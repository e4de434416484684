// `npm run bench -- --load`: the production build under load on loopback. Starts its own database
// (emberline_load, seeded with the demo lab), the built app on its own port, signs in the demo
// people, and runs clients for a fixed time with mixed reads and writes — once without PDF reports
// and once with them in the mix — then prints per-route p50/p95/p99, throughput and errors, and
// reads' p95 with PDFs against without. Bounded in clients, time and requests; stops by itself.
//
// Options: --clients N (50), --seconds S (30), --pdf-share F (0.05: share of requests that download a
// PDF report of a draft run, rendered every time), --build (run `next build` first; otherwise the
// existing .next is used when there is one), --json. Port: EMBERLINE_LOAD_PORT (3900).
import fs from "node:fs";
import path from "node:path";
import { spawnSync } from "node:child_process";
import {
  bootstrap,
  log,
  root,
  startChild,
  stopChildren,
  waitForPort,
} from "../scripts/bootstrap.mjs";

const args = process.argv.slice(2);
const option = (name, fallback) => {
  const i = args.indexOf(`--${name}`);
  return i >= 0 && args[i + 1] !== undefined ? Number(args[i + 1]) : fallback;
};
const CLIENTS = Math.min(200, Math.max(1, option("clients", 50)));
const SECONDS = Math.min(300, Math.max(1, option("seconds", 30)));
const PDF_SHARE = Math.min(0.5, Math.max(0, option("pdf-share", 0.05)));
/** A hard ceiling on requests per phase, whatever the speed: the bench never floods anything. */
const MAX_REQUESTS_PER_PHASE = 200_000;
const REQUEST_TIMEOUT_MS = 60_000;
const port = Number(process.env.EMBERLINE_LOAD_PORT ?? 3900);
const host = "127.0.0.1";
const APP_URL = `http://${host}:${port}`;
const DEMO_PASSWORD = "emberline-demo";

/** The mix (weights). Reads are GETs other than the PDF; writes change something. */
const MIX = [
  { route: "GET /api/me", weight: 20 },
  { route: "GET /api/lines (range)", weight: 15 },
  { route: "GET /api/notebooks", weight: 15 },
  { route: "GET /api/runs/:id", weight: 15 },
  { route: "GET /api/audit", weight: 10 },
  { route: "PATCH /api/runs/:id (notes)", weight: 10 },
  { route: "POST /api/notebooks", weight: 5 },
];
const PDF_ROUTE = "GET /api/runs/:id/report.pdf";

class Client {
  constructor() {
    this.cookie = "";
  }

  async request(method, urlPath, body) {
    const headers = { origin: APP_URL };
    if (this.cookie) headers.cookie = this.cookie;
    if (body !== undefined) headers["content-type"] = "application/json";
    const response = await fetch(`${APP_URL}${urlPath}`, {
      method,
      headers,
      body: body === undefined ? undefined : JSON.stringify(body),
      signal: AbortSignal.timeout(REQUEST_TIMEOUT_MS),
    });
    const cookie = response.headers.getSetCookie().find((c) => c.startsWith("emberline_session="));
    if (cookie) this.cookie = cookie.split(";")[0];
    const type = response.headers.get("content-type") ?? "";
    const payload = type.includes("json") ? await response.json() : await response.arrayBuffer();
    return {
      status: response.status,
      body: payload,
      retryAfter: response.headers.get("retry-after"),
    };
  }
}

async function signIn(email) {
  const client = new Client();
  const reply = await client.request("POST", "/api/session", { email, password: DEMO_PASSWORD });
  if (reply.status !== 200) throw new Error(`sign-in of ${email} answered ${reply.status}`);
  return { client, me: reply.body };
}

const quantile = (sorted, q) =>
  sorted.length ? sorted[Math.min(sorted.length - 1, Math.floor(q * sorted.length))] : NaN;

/** Sets up what the clients read and write: the demo team's notebook, a run to read, one draft run per writer. */
async function prepare() {
  const chemist = await signIn("chem@demo.emberline.example");
  const lead = await signIn("lead@demo.emberline.example");
  const supervisor = await signIn("super@demo.emberline.example");
  const team = chemist.me.teams[0];
  const notebooks = await chemist.client.request("GET", `/api/notebooks?teamId=${team.id}`);
  const list = Array.isArray(notebooks.body) ? notebooks.body : (notebooks.body.notebooks ?? []);
  let seedRun;
  for (const notebook of list) {
    const runs = await chemist.client.request("GET", `/api/notebooks/${notebook.id}/runs`);
    const rows = Array.isArray(runs.body) ? runs.body : (runs.body.runs ?? []);
    if (rows.length) {
      seedRun = (await chemist.client.request("GET", `/api/runs/${rows[0].id}`)).body;
      break;
    }
  }
  if (!seedRun) throw new Error("the demo team has no run to read: seed the demo data first");
  const notebook = (
    await chemist.client.request("POST", "/api/notebooks", {
      teamId: team.id,
      title: `Load bench ${Date.now().toString(36)}`,
    })
  ).body;
  // Each writing client saves notes on its own draft run (no optimistic-lock races between clients).
  const ownRuns = [];
  for (let i = 0; i < CLIENTS; i++) {
    const reply = await chemist.client.request("POST", "/api/runs", {
      notebookId: notebook.id,
      spectrumId: seedRun.spectrumId,
      calibrationId: seedRun.calibrationId,
      source: seedRun.source,
    });
    if (reply.status !== 201)
      throw new Error(
        `creating a draft run answered ${reply.status}: ${JSON.stringify(reply.body)}`,
      );
    ownRuns.push({ id: reply.body.id, lockVersion: reply.body.lockVersion });
  }
  return { sessions: [chemist, lead, supervisor], teamId: team.id, seedRun, ownRuns };
}

async function phase(name, setup, withPdf) {
  const mix = withPdf
    ? [
        ...MIX,
        {
          route: PDF_ROUTE,
          weight: (PDF_SHARE / (1 - PDF_SHARE)) * MIX.reduce((s, m) => s + m.weight, 0),
        },
      ]
    : MIX;
  const total = mix.reduce((s, m) => s + m.weight, 0);
  const samples = new Map(mix.map((m) => [m.route, { ms: [], errors: 0, busy: 0, statuses: {} }]));
  let sent = 0;
  const started = performance.now();
  const deadline = started + SECONDS * 1000;
  let seed = 12345;
  const random = () => (seed = (seed * 1103515245 + 12345) % 2147483648) / 2147483648;

  const runOne = async (index) => {
    // The chemist's session for writes (the author of the draft runs); reads from any of the three.
    const chemist = setup.sessions[0].client;
    const reader = setup.sessions[index % setup.sessions.length].client;
    const own = setup.ownRuns[index];
    while (performance.now() < deadline && sent < MAX_REQUESTS_PER_PHASE) {
      sent += 1;
      let pick = random() * total;
      const { route } = mix.find((m) => (pick -= m.weight) < 0) ?? mix[0];
      const t0 = performance.now();
      let reply;
      try {
        switch (route) {
          case "GET /api/me":
            reply = await reader.request("GET", "/api/me");
            break;
          case "GET /api/lines (range)": {
            const min = 350 + Math.floor(random() * 400);
            reply = await reader.request(
              "GET",
              `/api/lines?teamId=${setup.teamId}&minNm=${min}&maxNm=${min + 25}`,
            );
            break;
          }
          case "GET /api/notebooks":
            reply = await reader.request("GET", `/api/notebooks?teamId=${setup.teamId}`);
            break;
          case "GET /api/runs/:id":
            reply = await reader.request("GET", `/api/runs/${setup.seedRun.id}`);
            break;
          case "GET /api/audit":
            reply = await reader.request("GET", `/api/audit?teamId=${setup.teamId}&limit=50`);
            break;
          case "PATCH /api/runs/:id (notes)":
            reply = await chemist.request("PATCH", `/api/runs/${own.id}`, {
              notes: `load ${sent}`,
              lockVersion: own.lockVersion,
            });
            if (reply.status === 200) own.lockVersion = reply.body.lockVersion;
            break;
          case "POST /api/notebooks":
            reply = await chemist.request("POST", "/api/notebooks", {
              teamId: setup.teamId,
              title: `Load ${name} ${sent}`,
            });
            break;
          case PDF_ROUTE:
            reply = await reader.request("GET", `/api/runs/${own.id}/report.pdf`);
            break;
        }
      } catch (error) {
        reply = { status: 0, error };
      }
      const sample = samples.get(route);
      sample.ms.push(performance.now() - t0);
      sample.statuses[reply.status] = (sample.statuses[reply.status] ?? 0) + 1;
      if (reply.status === 503 && reply.retryAfter) sample.busy += 1;
      else if (reply.status < 200 || reply.status >= 300) sample.errors += 1;
    }
  };
  await Promise.all(Array.from({ length: CLIENTS }, (_, i) => runOne(i)));
  const seconds = (performance.now() - started) / 1000;
  const routes = [...samples].map(([route, s]) => {
    const sorted = s.ms.sort((a, b) => a - b);
    return {
      route,
      count: sorted.length,
      p50: quantile(sorted, 0.5),
      p95: quantile(sorted, 0.95),
      p99: quantile(sorted, 0.99),
      errors: s.errors,
      busy503: s.busy,
      statuses: s.statuses,
    };
  });
  const reads = [...samples]
    .filter(([route]) => route.startsWith("GET") && route !== PDF_ROUTE)
    .flatMap(([, s]) => s.ms)
    .sort((a, b) => a - b);
  const writes = [...samples]
    .filter(([route]) => !route.startsWith("GET"))
    .flatMap(([, s]) => s.ms)
    .sort((a, b) => a - b);
  const count = routes.reduce((n, r) => n + r.count, 0);
  return {
    name,
    seconds,
    requests: count,
    throughput: count / seconds,
    errors: routes.reduce((n, r) => n + r.errors, 0),
    busy503: routes.reduce((n, r) => n + r.busy503, 0),
    readP95: quantile(reads, 0.95),
    writeP95: quantile(writes, 0.95),
    routes,
  };
}

function print(result) {
  const f = (ms) => (Number.isFinite(ms) ? ms.toFixed(0).padStart(7) : "      –");
  console.log(
    `\n${result.name}: ${result.requests} requests in ${result.seconds.toFixed(1)} s = ${result.throughput.toFixed(1)} req/s, errors ${result.errors}, busy (503 + Retry-After) ${result.busy503}`,
  );
  console.log(
    `${"route".padEnd(34)} ${"count".padStart(6)} ${"p50 ms".padStart(7)} ${"p95 ms".padStart(7)} ${"p99 ms".padStart(7)} errors`,
  );
  for (const r of result.routes)
    console.log(
      `${r.route.padEnd(34)} ${String(r.count).padStart(6)} ${f(r.p50)} ${f(r.p95)} ${f(r.p99)} ${r.errors}${r.errors ? ` ${JSON.stringify(r.statuses)}` : ""}`,
    );
  console.log(
    `${"reads (all GETs but the PDF)".padEnd(34)} ${"".padStart(6)} ${"".padStart(7)} ${f(result.readP95)}`,
  );
  console.log(`${"writes".padEnd(34)} ${"".padStart(6)} ${"".padStart(7)} ${f(result.writeP95)}`);
}

async function main() {
  const { env, stopCluster } = await bootstrap({
    database: process.env.EMBERLINE_LOAD_DB_NAME ?? "emberline_load",
    mailPort: Number(process.env.EMBERLINE_SMTP_PORT ?? 2525),
    mailDir: "mail-load",
  });
  const next = path.join(root, "node_modules", ".bin", "next");
  try {
    if (args.includes("--build") || !fs.existsSync(path.join(root, ".next", "BUILD_ID"))) {
      log("Building the app (next build)…");
      const build = spawnSync(next, ["build"], {
        cwd: root,
        stdio: "inherit",
        env: { ...env, NODE_ENV: "production" },
      });
      if (build.status !== 0) throw new Error("next build failed");
    }
    startChild(next, ["start", "-H", host, "-p", String(port)], {
      env: { ...env, APP_URL, NODE_ENV: "production" },
    });
    await waitForPort(port, 180_000, host);
    log(
      `Load bench: ${CLIENTS} clients × ${SECONDS} s per phase against ${APP_URL} (loopback only).`,
    );
    const setup = await prepare();
    // Warm-up: the first requests compile nothing in production, but the worker threads start on first use.
    await setup.sessions[0].client.request("GET", `/api/runs/${setup.ownRuns[0].id}/report.pdf`);
    const without = await phase("without PDFs", setup, false);
    print(without);
    const withPdf = await phase(
      `with PDFs (${(PDF_SHARE * 100).toFixed(0)} % of requests)`,
      setup,
      true,
    );
    print(withPdf);
    const ratio = withPdf.readP95 / without.readP95;
    console.log(
      `\nreads' p95 with PDFs ÷ without: ${ratio.toFixed(2)} (target ≤ 2); errors ${without.errors + withPdf.errors} (target 0)`,
    );
    if (args.includes("--json"))
      console.log(
        JSON.stringify({
          clients: CLIENTS,
          seconds: SECONDS,
          pdfShare: PDF_SHARE,
          without,
          withPdf,
          ratio,
        }),
      );
  } finally {
    stopChildren();
    stopCluster();
  }
}

main().catch((error) => {
  console.error(error);
  stopChildren();
  process.exit(1);
});
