/** A message as a sentence, so "Nothing was stored." can follow it. */
const sentence = (message: string) => (/[.!?]$/.test(message) ? message : `${message}.`);

/** A check or store that failed: the server's reason (or the lost connection's), and that nothing was stored. */
function failedPhase(file: File, status: number, body: unknown, connectionLost: string): Phase {
  const { message, detail } =
    status === 0 ? { message: connectionLost, detail: [] } : failure(status, body as ErrorReply);
  return { step: "failed", file, message: `${sentence(message)} Nothing was stored.`, detail };
}

const number = (value: number) => value.toLocaleString("en", { maximumSignificantDigits: 8 });

/** The field message that says why the first column needs saying, when the refusal is about it. */
function firstColumnReason(body: ErrorReply | null): string | null {
  const fields = body?.error?.fieldErrors;
  return fields?.xUnit?.[0] ?? fields?.medium?.[0] ?? null;
}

**Task description:** How many lines of the entries above hold the string "deadline"? Reply with the number alone.

**The answer:** 2